July 1, 2021 was a strange kind of Canada Day. With many COVID restrictions just beginning to ease, there was a wariness about big gatherings. Added to that were the recent announcements of graveyards at Residential Schools, and many felt this was not a time to celebrate our country. The First Nations leadership asked Canadians to spend the day in reflection about the past and future of Canada. But crowds bent on destruction ignored that call. They set fire to churches, defaced public property and toppled statues. One of the targets was the statue of Capt. James Cook on the inner harbour in Victoria, B.C.
Mobs seldom do a thorough investigation of the facts. They are fired by emotion–anger, fear, vengeance–and are determined to carry out their own form of justice. History is littered with tales of innocent men lynched by a mob. In this case, Cook was targeted as revenge for the horrors of residential schools in Canada. Since the man lived and died before Canada was a nation, the link is tenuous.
Born in England in 1728, James Cook joined the Royal Navy in 1755 after serving an apprenticeship on board a number of trading vessels. With the navy he served in the Seven Years War along the east coast of what is now Canada. He was a remarkable map-maker and undertook the first scientific large scale hydro graphic survey of present-day Newfoundland. So accurate were his maps that they were used for over 200 years, well into the twentieth century.
His scientific accomplishments brought him to the attention of the Royal Society, founded in the 1660’s with the mandate to recognise, promote, and support excellence in science and to encourage the development and use of science for the benefit of humanity.
With the backing of the Admiralty and the Royal Society, Cook made three voyages of discovery to the Pacific. The first two voyages resulted in extensive mapping around New Zealand and Australia along with many South Sea islands, including Hawaii.
On his third voyage, Cook reached Nootka Sound in British Columbia. In an excerpt from his journals he writes:
We no sooner drew near the inlet than we found the coast to be inhabited; and at the place where we were first becalmed, three canoes came off to the ship. . . a person in one of the two last stood up, and made a long harangue, inviting us to land, as guessed, by his gestures. At the same time he kept throwing handfuls of feathers toward us; and some of his companions threw handfuls of red dust or powder in the same manner. . . one sung a very agreeable air with a degree of softness and melody which we could not have expected; the word haela being often repeated as the burden of the song.. . . A great many canoes, filled with the natives, were about the ships all days; and a trade commenced betwixt us and them which was carried on with strictest honesty on both sides. . .

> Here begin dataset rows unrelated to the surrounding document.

import { indexAt } from '@/lib/time/step-axis';
import { projectStorm, type SegmentProjection, type StormTreatment } from '@/lib/treatment/project-storm';
import { roadColumns, type RoadColumns } from './storm-columns';
import { materialOf, type StormFacts } from './storm-inputs';

const msPerMin = 60_000;

export interface ProjectedRoad {
  carried: SegmentProjection['carried'];
  columns: RoadColumns;
}

/** What was logged, as the projection takes it. */
export function loggedTreatments({ treated, materials }: Pick<StormFacts, 'treated' | 'materials'>): StormTreatment[] {
  return treated.flatMap((entry) => {
    if (entry.outcome === 'skipped') return [];
    const material = entry.materialId === null ? undefined : materials.get(entry.materialId);
    return {
      segmentId: entry.segmentId,
      at: entry.spreadAt.getTime(),
      isPloughed: entry.isPloughed || entry.outcome === 'ploughed',
      material: material ? materialOf(material) : null,
      rateGPerM2: entry.outcome === 'spread' ? (entry.rateGPerM2 ?? 0) : 0,
    };
  });
}

/**
 * What the current plan still has before it, at the time its truck is expected. A road already treated in that pass is
 * done; a truck that is late is expected at the next step.
 */
export function expectedTreatments(facts: StormFacts): StormTreatment[] {
  const { plan, planned, passes, treated, arrivals, materials, axis, seenAt, storm } = facts;
  const pass = passes.find(({ number }) => number === plan?.passNumber);
  if (!pass || storm.closedAt) return [];
  const startsAt = pass.startsAt.getTime();
  const done = new Set(treated.filter((entry) => entry.spreadAt.getTime() >= startsAt).map((entry) => entry.segmentId));
  return planned.flatMap((row): StormTreatment[] => {
    if (done.has(row.segmentId) || row.action === 'nothing' || row.action === 'undecided') return [];
    const arrival = arrivals.get(row.segmentId);
    if (!arrival) return [];
    const material = row.materialId === null ? undefined : materials.get(row.materialId);
    return [
      {
        segmentId: row.segmentId,
        at: Math.max(startsAt + arrival.offsetMin * msPerMin, seenAt + axis.stepMin * msPerMin),
        isPloughed: row.isPloughed,
        material: material ? materialOf(material) : null,
        rateGPerM2: row.rateGPerM2 ?? 0,
      },
    ];
  });
}

function indexesBySegment(treatments: readonly StormTreatment[], facts: StormFacts): Map<number, number[]> {
  const indexes = new Map<number, number[]>();
  for (const { segmentId, at } of treatments) {
    const known = indexes.get(segmentId) ?? [];
    known.push(indexAt(facts.axis, at));
    indexes.set(segmentId, known);
  }
  return indexes;
}

/** Every road through the storm: as it is if nobody comes, and as it will be when the plan is carried out. */
export function projectRoads(facts: StormFacts): ProjectedRoad[] {
  const { axis, roads, stations, policy, seenAt } = facts;
  const logged = loggedTreatments(facts);
  const expected = expectedTreatments(facts);
  const inputs = { axis, nowAt: seenAt, segments: roads, stations, policy };
  const alone = projectStorm({ ...inputs, treatments: logged });
  const expectedIds = new Set(expected.map(({ segmentId }) => segmentId));
  const visited = projectStorm({
    ...inputs,
    segments: roads.filter(({ id }) => expectedIds.has(id)),
    treatments: [...logged, ...expected],
  });
  const visitedById = new Map(visited.map((projection) => [projection.segmentId, projection]));
  const loggedIndexes = indexesBySegment(logged, facts);
  const expectedIndexes = indexesBySegment(expected, facts);
  return alone.map((projection) => {
    const id = projection.segmentId;
    const columns = roadColumns({
      alone: projection,
      withPlan: visitedById.get(id) ?? projection,
      plannedIndex: expectedIndexes.get(id)?.[0] ?? null,
      tempsC: projection.carried.tempsC,
      passIndexes: [...(loggedIndexes.get(id) ?? []), ...(expectedIndexes.get(id) ?? [])],
      workInSteps: Math.ceil(policy.workInMin / axis.stepMin),
    });
    return { carried: projection.carried, columns };
  });
}
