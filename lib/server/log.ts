import { env } from './env';

/** One line of JSON to standard output: what happened, how long it took, never what was typed. */
export function log(level: 'error' | 'info', message: string, fields: Record<string, unknown> = {}): void {
  const wanted = env().LOG_LEVEL;
  if (wanted === 'silent' || (wanted === 'error' && level === 'info')) return;
  process.stdout.write(`${JSON.stringify({ at: new Date().toISOString(), level, message, ...fields })}\n`);
}

/** Logs an unforeseen error under a reference that the person is shown. */
export function logUnexpected(error: unknown, where: string): string {
  const reference = Math.random().toString(36).slice(2, 8);
  const { message, stack } = error instanceof Error ? error : { message: String(error), stack: undefined };
  log('error', message, { where, reference, stack });
  return reference;
}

One of Cook’s notable accomplishments was the good health of his crew. No one died of scurvy, the illness that decimated crews on long voyages during the 18th Century. Cook maintained cleanliness and ventilation in the crew’s quarters, and insisted on a diet that included cress, sauerkraut, and a kind of orange extract. (vitamin C) For work against scurvy, he was elected a fellow of the Royal Society and awarded the gold Copley Medal, one of its highest honours.
Cook explored and mapped more territory than any navigator of his era. His achievements have been honoured by scientists and statesmen for the past 240 years. Even NASA paid tribute. Cook’s HMS Discovery was one of several historical vessels that inspired the name of the third space shuttle, and NASA later named their final shuttle “Endeavour” after the ship he commanded on his first circumnavigation of the globe. When the shuttle Discovery made its final space flight in 2011, its crew carried a special medallion made by the Royal Society in honour of Cook.
Captain Cook died in 1779 in Hawaii during a dispute over wood and a cutter with the King of Hawaii. His statue was ripped down by a mob and thrown into the sea in Victoria, British Columbia in 2021.